The pressure to succeed can be formidable for men like Hal. They have been winners all their lives, and the idea that their career might get sidetracked can be devastating. No wonder he seemed despondent when he left the other day. He had played the game and then got sacked two yards from the goal line.
“Lucy, these things are more complicated than you think,” I say. “Morality is not black and white—it has lots and lots of gray.”
“Oh really. And exactly what shade of gray is bribing government regulators to look the other way when you spew carcinogens into the breathing space of unsuspecting citizens?”
“I’m not talking about the end result. I’m talking about how people—you know, the ones you feel so deeply for—find themselves able to commit unthinkable acts. It can be a very slippery slope.”
“No it’s not.”
“Yes it is. They don’t start out wanting to break laws and hurt people. They just find themselves backed against a wall and make really bad decisions. It’s really sad, Lucy.”
“I don’t feel sorry for them. Not even a little bit. I feel sorry for the people who live in Longview who are getting sick while you’re sympathizing with the guys responsible.”
“Okay. You’re right,” I concede. I take a sip of my coffee and look around; we are still alone. “We need to figure out what to do about this.”
“I am serious about the one-week deadline, Tanzie,” Lucy says. “I’m not comfortable sitting on this, especially since we now know that Bishop bribed the regulators.”
“Agreed.”
“Maybe you should call Dan and arrange to be a confidential informant.”
The same thought had crossed my mind on the way to Starbucks, but I feel conflicted. There is a slim chance that I could keep my job at Bishop, and I don’t want to take a chance of screwing that up by having anyone know that I snooped around Bi
shop’s files. I am also smart enough to realize that confidences can be broken through negligence: slip of the tongue, a discarded memo. A further complication is the cyber investigator that Todd told me about yesterday. I am unclear what techniques this guy might have at his disposal to identify me as the hacker, and as compelling as the Longview situation is, I am not willing to risk getting caught. Yes, I am a very selfish person.
“I think I like the anonymous informant idea better. If we provide enough detail, surely someone can get Hal or Ms. Bonnie Q. Reynolds to admit guilt, or we can give enough details to get an investigation going.”

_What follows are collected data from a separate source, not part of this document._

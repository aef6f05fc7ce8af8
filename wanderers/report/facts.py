"""Figures rounded to what they can bear, and the short notes that stand beside an event in a table.

Everything here turns finished table rows into words; nothing is computed but changes of unit.
"""

from __future__ import annotations

import datetime as dt
import functools
import math
from collections.abc import Mapping
from typing import Any, Final

import polars as pl

from wanderers.constants import AU_KM, SPEED_OF_LIGHT_KM_PER_S
from wanderers.ephemeris.constellations import full_name
from wanderers.report import words

MOON_WIDTH_DEG: Final = 0.5
"""The Moon's width in the sky, as people speak of it."""

NEAR_SUN_NOTE: Final = (
    "Near the Sun: no optics while any part of the Sun is above the horizon. Follow local rules."
)
SUN_NOTE: Final = (
    "The Sun itself: only with solar filters over the front of every instrument, or by guarded projection. "
    "Follow local rules."
)
SHORT_NOTES: Final = {words.NEAR_SUN_CAUTION: NEAR_SUN_NOTE, words.SUN_CAUTION: SUN_NOTE}
"""Cautions as they stand in a table's row; their full wording stands once above it."""
PAGE_CAUTION: Final = (
    f"{words.NEAR_SUN_CAUTION} Every event less than {words.NEAR_SUN_DEG:.0f} degrees from the Sun is marked "
    "so. For the Sun itself: " + words.SUN_CAUTION.removeprefix("CAUTION: ")
)
NO_VALUE: Final = ""
MINUS: Final = "\N{MINUS SIGN}"

Row = Mapping[str, Any]


def sun_caution(event: Row) -> str:
    """Return the caution about optics that an event needs, in short, empty when none."""
    return " ".join(SHORT_NOTES[line] for line in words.cautions(event) if line in SHORT_NOTES)


def note(event: Row) -> str:
    """Return all that must be said beside an event: glare, caution about optics, doubtful time."""
    return " ".join(filter(None, (_glare(event), sun_caution(event), words.uncertainty(event))))


def _glare(event: Row) -> str:
    elongation = event["elongation_deg"]
    hidden = elongation is not None and elongation < words.GLARE_DEG
    return f"Not observable: {elongation:.0f}° from the Sun." if hidden else NO_VALUE


@functools.cache
def constellation(abbreviation: str | None) -> str:
    """Return the Latin name of a constellation."""
    return NO_VALUE if abbreviation is None else full_name(abbreviation)


def spread(values: pl.Series, unit: str, decimals: int = 0) -> str:
    """Return the range of some figures, rounded: ``81 days``, ``21 to 24 days``."""
    texts = [f"{value:.{decimals}f}" for value in sorted(values.to_list())]
    ends = texts[0] if texts[0] == texts[-1] else f"{texts[0]} to {texts[-1]}"
    return f"{ends} {unit}{'' if ends == '1' else 's'}"


def signed(value: float | None, decimals: int) -> str:
    """Return a number with a real minus sign; nothing for null."""
    return NO_VALUE if value is None else f"{value:.{decimals}f}".replace("-", MINUS)


def angle(degrees: float | None) -> str:
    """Return a separation: in degrees, below one degree in arcminutes, below one of those in arcseconds."""
    if degrees is None:
        return NO_VALUE
    if degrees >= 0.9995:
        return f"{degrees:.1f}°"
    return f"{degrees * 60.0:.0f}′" if degrees * 60.0 >= 0.9995 else f"{degrees * 3_600.0:.0f}″"


def minute(instant: str | None) -> str:
    """Return an ISO 8601 instant to the minute, ``2027-01-10 12:59``, nothing for null."""
    return NO_VALUE if instant is None else words.minute(instant)


def day(instant: str | None) -> str:
    """Return the calendar day of an ISO 8601 instant, ``2027-01-10``."""
    return NO_VALUE if instant is None else instant.partition("T")[0]


def spoken_day(instant: str | None) -> str:
    """Return the calendar day in words, ``10 January 2027``; years before 1 stay in figures."""
    text = day(instant)
    try:
        date = dt.date.fromisoformat(text)
    except ValueError:
        return text
    return f"{date.day} {MONTHS[date.month - 1]} {date.year}"


def spoken_month(instant: str | None) -> str:
    """Return the month of an ISO 8601 instant in words, ``January 2027``."""
    return spoken_day(instant).partition(" ")[2] or day(instant)


MONTHS: Final = (
    "January", "February", "March", "April", "May", "June",
    "July", "August", "September", "October", "November", "December",
)  # fmt: skip


def moon_widths(degrees: float) -> str:
    """Return an angle in Moon widths."""
    return f"{degrees / MOON_WIDTH_DEG:.0f} Moon widths"


def million_km(au: float) -> str:
    """Return a distance in million kilometres."""
    return f"{au * AU_KM / 1e6:.0f} million km"


def light_time(au: float) -> str:
    """Return how long light takes over a distance."""
    seconds = au * AU_KM / SPEED_OF_LIGHT_KM_PER_S
    minutes = seconds / 60.0
    return f"{minutes:.1f} light-minutes" if minutes < 90.0 else f"{minutes / 60.0:.1f} light-hours"


def times_brighter(magnitude_difference: float) -> str:
    """Return a difference of magnitudes as a ratio of brightness, Pogson's 10^(0.4 dm)."""
    ratio = math.pow(10.0, 0.4 * abs(magnitude_difference))
    return f"{ratio:.1f} times" if ratio < 9.95 else f"{ratio:.0f} times"
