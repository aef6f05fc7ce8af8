"""What a site can watch, for the top of its page: each meeting once, in order of time, by what it needs."""

from __future__ import annotations

from dataclasses import dataclass
from typing import Final

import polars as pl

from wanderers.ephemeris.bodies import BODIES
from wanderers.events.kinds import Kind
from wanderers.report import site_words, words
from wanderers.site.visibility import Verdict

SIGHTS: Final = (
    Kind.APPULSE,
    Kind.CONJUNCTION,
    Kind.OCCULTATION,
    Kind.TRANSIT,
    Kind.OPPOSITION,
    Kind.GREATEST_ELONGATION,
    Kind.GREATEST_BRILLIANCY,
    Kind.GATHERING,
)
"""Kinds that somebody would go out for; the others stand in the whole table only."""
GROUPS: Final = (
    (Verdict.NAKED_EYE, "With the naked eye"),
    (Verdict.BINOCULARS, "With binoculars"),
    (Verdict.TELESCOPE, "With a telescope"),
    (Verdict.NOT_VISIBLE, "Not to be seen from here"),
)
OF_BODIES: Final = pl.col("other").is_null() | pl.col("other").is_in([body.value for body in BODIES])


@dataclass(frozen=True, slots=True)
class Sight:
    """One line.

    Attributes:
        event_id: the row it comes from.
        day: date of the evening, weekday first; of the instant where nothing can be seen.
        what: what happens.
        hours: from when to when to look, local time; empty where nothing can be seen.
        best: the best moment, local time; likewise.
        where: height and direction then; likewise.
        how: how well it shows, or why not, how two stand to each other, what becomes of discs.
        instant: the instant itself by the local clock.
        caution: what to mind.
    """

    event_id: str
    day: str
    what: str
    hours: str
    best: str
    where: str
    how: str
    instant: str
    caution: str


@dataclass(frozen=True, slots=True)
class SightGroup:
    """The sights that need one aid, or cannot be seen."""

    title: str
    sights: tuple[Sight, ...]


def sight_groups(events: pl.DataFrame) -> tuple[SightGroup, ...]:
    """Return the sights of an event table seen from a site, easiest first."""
    chosen = one_a_meeting(events.filter(pl.col("kind").is_in([kind.value for kind in SIGHTS]), OF_BODIES))
    in_time = chosen.sort(pl.coalesce("best_utc", "utc"))
    groups = [
        SightGroup(title, tuple(map(_sight, in_time.filter(pl.col("verdict") == verdict.value).to_dicts())))
        for verdict, title in GROUPS
    ]
    return tuple(group for group in groups if group.sights)


def one_a_meeting(events: pl.DataFrame) -> pl.DataFrame:
    """Return events with one line a meeting: where two come closest, else the first conjunction."""
    ranked = events.with_columns(
        _meeting=pl.coalesce("meeting_id", "event_id"), _rank=pl.col("kind") != Kind.APPULSE.value
    ).sort("_rank", "separation_deg")
    first = ranked.unique("_meeting", keep="first", maintain_order=True)
    return first.select(events.columns).sort("jd_tt")


def _sight(event: words.Event) -> Sight:
    seen = site_words.is_watchable(event)
    start, best, end = (
        (site_words.local(event[f"{name}_local"]) for name in ("window_start", "best", "window_end"))
        if seen
        else (None, None, None)
    )
    return Sight(
        event["event_id"],
        site_words.night_of(start, end) if start and end else site_words.day_words(event["local_date"]),
        words.summary(event),
        f"{site_words.clock(start)}–{site_words.clock(end)}" if start and end else "",
        site_words.clock(best) if best else "",
        f"{event['altitude_deg']:.0f}° {event['compass']}" if seen else "",
        _how(event, seen=seen),
        words.minute(f"{event['local_date']}T{event['local_time']}"),
        site_words.caution(event)[0] if event["caution"] else "",
    )


def _how(event: words.Event, *, seen: bool) -> str:
    parts = [site_words.sentence(event["verdict_reason"]) + "."]
    if seen and event["seen_placement"]:
        parts.append(site_words.placed(event))
    shown = event.get("circumstances") or ""
    if shown.startswith(("hidden", "partly", "on the Sun")):
        parts.append(site_words.sentence(shown) + ".")
    return " ".join(parts)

We go back to my condo and spend the rest of the morning documenting the Longview plant situation. Lucy writes a memo in environmental science-ese outlining the discrepancies between internal plant measurement and compliance reports filed with the TCEQ. I decide to spare Lucy from knowing about Baldwin’s discovery that his computer was hacked and his engaging a security specialist. I only warn her not to communicate with me via email on any of the particulars of Longview or Bishop.
She has a flight to catch at 1 o’clock, so she packs up and we get in my car to head to the airport.
“We’re doing the right thing on this, Tanzie. Really we are,” Lucy begins as I drive.
“I know,” I say, looking ahead.
“I didn’t mean those things I said last night about your life being silly.”
“Yes you did,” I tell her. “And it is sort of silly. I know that. But I’m just trying to get my life back, Lucy. It’s been a tough year for me.”
We are silent for the next few miles. I am trying not to cry, and Lucy gives me time to compose myself.
“This has been so much fun,” I finally say, just as the floodgates open.
Lucy doubles over in a combination of laughter and tears. “Oh God. Don’t make me feel bad!”
“No. I really needed you here, Lucy. We don’t always agree, but I really did need someone to work through this with me. I feel very alone on this, and you’ve been a lot of help.”